To do:
Show each line of the data below that has the string "began" in it.

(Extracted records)
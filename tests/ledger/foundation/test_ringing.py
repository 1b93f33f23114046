"""The bell rings once for a committed promise that is due, and no post fails or waits for it."""

import logging
import socket
import time
from collections.abc import Iterator
from datetime import timedelta

import pytest
from celery import Celery
from django.conf import settings
from django.db import transaction

from ledger.foundation import outbox, ringing
from ledger.foundation.models import Job
from tests.conftest import CommittingDatabase, TickingClock


def _promise(clock: TickingClock, key: str, *, days: int = 0) -> None:
    outbox.enqueue(
        commons_id=1,
        kind="judge",
        key=key,
        due_at=clock() + timedelta(days=days),
        payload={},
        clock=clock,
    )


@pytest.fixture
def broken_silence() -> Iterator[None]:
    """Forget before and after that a broker did not answer."""
    ringing._Silence.until = 0.0
    yield
    ringing._Silence.until = 0.0


@pytest.fixture
def rings(monkeypatch: pytest.MonkeyPatch, broken_silence: None) -> list[str]:
    """Put an address of a broker in place, and a list of what it is sent."""
    sent: list[str] = []
    monkeypatch.setattr(ringing.app.conf, "broker_url", "redis://127.0.0.1:1/0")
    monkeypatch.setattr(ringing.app, "send_task", lambda name, **_: sent.append(name))
    return sent


def test_once_for_a_transaction_and_only_when_it_is_committed(
    committing_db: CommittingDatabase, rings: list[str], ticking_clock: TickingClock
) -> None:
    with transaction.atomic():
        _promise(ticking_clock, "a")
        _promise(ticking_clock, "b", days=-1)
        assert rings == []
    assert rings == ["stintbook.ring"]
    with transaction.atomic():
        _promise(ticking_clock, "c")
        transaction.set_rollback(True)
    assert rings == ["stintbook.ring"]


def test_not_for_what_is_due_later_or_was_promised_before(
    committing_db: CommittingDatabase, rings: list[str], ticking_clock: TickingClock
) -> None:
    with transaction.atomic():
        _promise(ticking_clock, "later", days=1)
    assert rings == []
    with transaction.atomic():
        _promise(ticking_clock, "later")
    assert rings == []


def test_a_promise_taken_back_takes_its_ring_with_it_and_no_other(
    committing_db: CommittingDatabase, rings: list[str], ticking_clock: TickingClock
) -> None:
    with transaction.atomic():
        with transaction.atomic():
            _promise(ticking_clock, "taken back")
            transaction.set_rollback(True)
        _promise(ticking_clock, "kept")
    assert rings == ["stintbook.ring"]


def test_a_bell_in_memory_is_left_alone_where_nobody_hears_it(
    committing_db: CommittingDatabase,
    rings: list[str],
    ticking_clock: TickingClock,
    monkeypatch: pytest.MonkeyPatch,
) -> None:
    monkeypatch.setattr(ringing.app.conf, "broker_url", "memory://")
    with transaction.atomic():
        _promise(ticking_clock, "a")
    assert rings == []
    monkeypatch.setattr(ringing, "_answered_here", ringing.threading.Event())
    ringing.answer_here()
    with transaction.atomic():
        _promise(ticking_clock, "b")
    assert rings == ["stintbook.ring"]


@pytest.mark.parametrize("listens", [False, True], ids=["refuses", "never answers"])
def test_a_dead_broker_costs_one_moment_and_one_warning(
    committing_db: CommittingDatabase,
    ticking_clock: TickingClock,
    broken_silence: None,
    caplog: pytest.LogCaptureFixture,
    monkeypatch: pytest.MonkeyPatch,
    listens: bool,
) -> None:
    """A port where nobody listens, and one whose owner takes calls and says nothing."""
    with socket.socket() as dead:
        dead.bind(("127.0.0.1", 0))
        if listens:
            dead.listen()
        client = Celery(broker=f"redis://127.0.0.1:{dead.getsockname()[1]}/0")
        client.conf.broker_transport_options = settings.CELERY_BROKER_TRANSPORT_OPTIONS
        monkeypatch.setattr(ringing, "app", client)
        caplog.set_level(logging.WARNING)
        began = time.monotonic()
        for key in range(20):
            with transaction.atomic():
                _promise(ticking_clock, str(key))
        took = time.monotonic() - began
        client.close()
    assert Job.objects.count() == 20
    assert len([each for each in caplog.records if each.name == "stintbook.bell"]) == 1
    # One time-out of three seconds, not twenty; the rest is room for a busy machine.
    assert took < 15
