"""Settings under which a database might lose what it acknowledged: each is named and refused."""

import os
import subprocess
import sys
from pathlib import Path

import pytest
from django.db import connection

from ledger.foundation import durability
from tests.conftest import CommittingDatabase
from tests.databases import POSTGRESQL

ROOT = Path(__file__).resolve().parents[3]
SOUND_POSTGRESQL = {"fsync": "on", "synchronous_commit": "on", "full_page_writes": "on"}
SOUND_SQLITE = {
    "journal_mode": "delete",
    "synchronous": "3",
    "foreign_keys": "1",
    "recursive_triggers": "1",
}
DEBIANS, MENDED = (3, 40, 1), (3, 51, 3)


@pytest.mark.django_db
def test_the_programs_own_settings_are_sound() -> None:
    assert durability.problems() == ()
    durability.check()


@pytest.mark.parametrize("name", SOUND_POSTGRESQL)
def test_postgresql_with_one_of_them_off(name: str) -> None:
    assert durability.judge_postgresql(found=SOUND_POSTGRESQL) == ()
    (said,) = durability.judge_postgresql(found=SOUND_POSTGRESQL | {name: "off"})
    assert said.startswith(f"{name}: found off; accepted is on")


@pytest.mark.parametrize(
    ("changes", "version", "wrong"),
    [
        ({}, DEBIANS, None),
        ({"journal_mode": "wal", "synchronous": "2"}, MENDED, None),
        ({"journal_mode": "wal", "synchronous": "3"}, MENDED, None),
        ({"synchronous": "2"}, MENDED, "synchronous"),
        ({"synchronous": "0"}, DEBIANS, "synchronous"),
        ({"journal_mode": "wal", "synchronous": "1"}, MENDED, "synchronous"),
        ({"journal_mode": "wal"}, (3, 51, 2), "journal_mode"),
        ({"journal_mode": "memory"}, MENDED, "journal_mode"),
        ({"journal_mode": "off"}, MENDED, "journal_mode"),
        ({"foreign_keys": "0"}, DEBIANS, "foreign_keys"),
        ({"recursive_triggers": "0"}, DEBIANS, "recursive_triggers"),
    ],
)
def test_sqlite(changes: dict[str, str], version: tuple[int, ...], wrong: str | None) -> None:
    found = durability.judge_sqlite(found=SOUND_SQLITE | changes, version=version)
    assert [said.split(":")[0] for said in found] == ([] if wrong is None else [wrong])


def test_a_check_names_every_one_that_is_wrong(committing_db: CommittingDatabase) -> None:
    with connection.cursor() as cursor:
        if connection.vendor == "postgresql":
            cursor.execute("SET synchronous_commit = off")
            wanted = "synchronous_commit: found off"
        else:
            cursor.execute("PRAGMA synchronous = NORMAL")
            cursor.execute("PRAGMA foreign_keys = OFF")
            wanted = "synchronous: found 1.*foreign_keys: found 0"
    with pytest.raises(durability.NotDurable, match=wanted):
        durability.check()


@pytest.mark.needs_server(POSTGRESQL)
def test_a_web_server_does_not_start_on_such_a_database() -> None:
    """The role, not the program's configuration, says so here; reading back is what finds it."""
    done = subprocess.run(
        [sys.executable, "-c", "import ledger.wsgi"],
        cwd=ROOT,
        env=os.environ
        | {
            "STINTBOOK_DATABASE": os.environ[POSTGRESQL],
            "PGOPTIONS": "-c synchronous_commit=off",
        },
        capture_output=True,
        text=True,
        check=False,
    )
    assert done.returncode != 0
    assert "synchronous_commit: found off; accepted is on" in done.stderr
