@pytest.mark.django_db
class TestAdoptAllowable:
    """The allowable is issued to the pool and allotted; the parts sum to it."""

    def test_one_entry_issues_and_allots(self, hand: Hand) -> None:
        commons_id = builders.governed(hand=hand)
        builders.open_seasons(commons_id=commons_id, hand=hand)
        with checks.appends(commons_id) as entries:
            _adopt(commons_id, hand)
        (entry,) = entries
        assert entry.kind == "allowable_adopted"
        assert entry.facts == {
            "season": MULLET,
            "quota_clause": "quota.mullet",
            "allocation_clause": "2.1",
            "amount": 1_100_000,
            "reserve": 22_000,
            "approved_by": [1, 3],
        }
        # 2 % of 1,100 kg is 22; the other 1,078 over 3 + 1 + 3/2 shares is 196 for a share.
        assert checks.lines(entry) == [
            ("resource:mullet", "mullet", "g", -1_100_000),
            ("pool:mullet-2026", "mullet", "g", 22_000),
            ("left:mullet-2026:1", "mullet", "g", 588_000),
            ("left:mullet-2026:2", "mullet", "g", 196_000),
            ("left:mullet-2026:3", "mullet", "g", 294_000),
        ]
        assert queries.allowable(commons_id=commons_id, season=MULLET) == queries.AllowableRecord(
            season=MULLET, amount=1_100_000, reserve=22_000, entry=entry.number
        )

    def test_the_largest_remainder_gets_the_last_gram(self, hand: Hand) -> None:
        commons_id = builders.governed(hand=hand)
        builders.open_seasons(commons_id=commons_id, hand=hand)
        _adopt(commons_id, hand, amount=101)
        # 2 % of 101 is 2, rounded down. 99 over 11/2 shares: 54, 18 and 27 exactly.
        assert queries.left(commons_id=commons_id, season=MULLET) == {1: 54, 2: 18, 3: 27}
        _adopt(commons_id, hand, season="clams-2026", amount=402)
        # 100.5, 100.5 and 201: of two equal halves the lower number gets the gram.
        assert queries.left(commons_id=commons_id, season="clams-2026") == {
            1: 101,
            2: 100,
            3: 201,
        }

    def test_nothing_may_be_allowed(self, hand: Hand) -> None:
        commons_id = builders.governed(hand=hand)
        builders.open_seasons(commons_id=commons_id, hand=hand)
        with checks.appends(commons_id) as entries:
            _adopt(commons_id, hand, amount=0)
        assert entries[0].postings == ()
        adopted = queries.allowable(commons_id=commons_id, season=MULLET)
        assert adopted is not None
        assert (adopted.amount, adopted.reserve) == (0, 0)

    def test_who_is_admitted_after_the_first_day_gets_no_part(self, hand: Hand) -> None:
        commons_id = builders.governed(hand=hand)
        builders.open_seasons(commons_id=commons_id, hand=hand)
        late = builders.admission(9, mullet=100, admitted_on=date(2026, 3, 2))
        commons.admit(commons_id=commons_id, admissions=[late], hand=hand)
        _adopt(commons_id, hand)
        assert 9 not in queries.left(commons_id=commons_id, season=MULLET)

    def test_the_retired_get_no_part(self, hand: Hand) -> None:
        commons_id = builders.governed(hand=hand)
        builders.open_seasons(commons_id=commons_id, hand=hand)
        old = builders.admission(9, mullet=100, membership_class="retired")
        commons.admit(commons_id=commons_id, admissions=[old], hand=hand)
        _adopt(commons_id, hand)
        assert queries.left(commons_id=commons_id, season=MULLET) == {
            1: 588_000,
            2: 196_000,
            3: 294_000,
        }

    @pytest.mark.parametrize(
        ("changes", "error", "words"),
        [
            ({"season": "mullet-2031"}, queries.UnknownSeason, ("mullet-2031", "clams-2026, mul")),
            (
                {"season": "clams-2026"},
                operations.AllowableAlreadyAdopted,
                ("clams-2026", "entry 13"),
            ),
            ({"amount": -1}, apportionment.NegativeTotal, ("-1", "0 or more")),
            ({"amount": 2**63}, StintbookError, ("64 bits",)),
        ],
    )
    def test_refused(
        self,
        changes: dict[str, Any],
        error: type[StintbookError],
        words: tuple[str, ...],
        hand: Hand,
    ) -> None:
        commons_id = builders.governed(hand=hand)
        builders.open_seasons(commons_id=commons_id, hand=hand)
        # Ten entries make the governed commons and two open the seasons: this is the thirteenth.
        _adopt(commons_id, hand, season="clams-2026", amount=400_000)
        with checks.refuses(error, *words):
            _adopt(commons_id, hand, **changes)

    def test_after_the_close_it_is_too_late(self, hand: Hand) -> None:
        commons_id = builders.governed(hand=hand)
        builders.open_seasons(commons_id=commons_id, hand=hand)
        operations.record_close(commons_id=commons_id, season=MULLET, postings=(), hand=hand)
        with checks.refuses(operations.SeasonAlreadyClosed, MULLET, "open"):
            _adopt(commons_id, hand)

    def test_where_nobody_has_a_share_it_cannot_be_split(self, hand: Hand) -> None:
        commons_id = builders.found(hand=hand)
        commons.admit(commons_id=commons_id, admissions=[builders.admission(1, clams=1)], hand=hand)
        builders.adopt_book(commons_id=commons_id, hand=hand, approvals=1)
        commons.give_role(
            commons_id=commons_id, member=1, role="board", during=builders.SEASON, hand=hand
        )
        builders.open_seasons(commons_id=commons_id, hand=hand)
        with checks.refuses(apportionment.NobodyToHold, "1078000"):
            _adopt(commons_id, hand, approved_by=[1])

Finished exercise:
        began = time.monotonic()
        took = time.monotonic() - began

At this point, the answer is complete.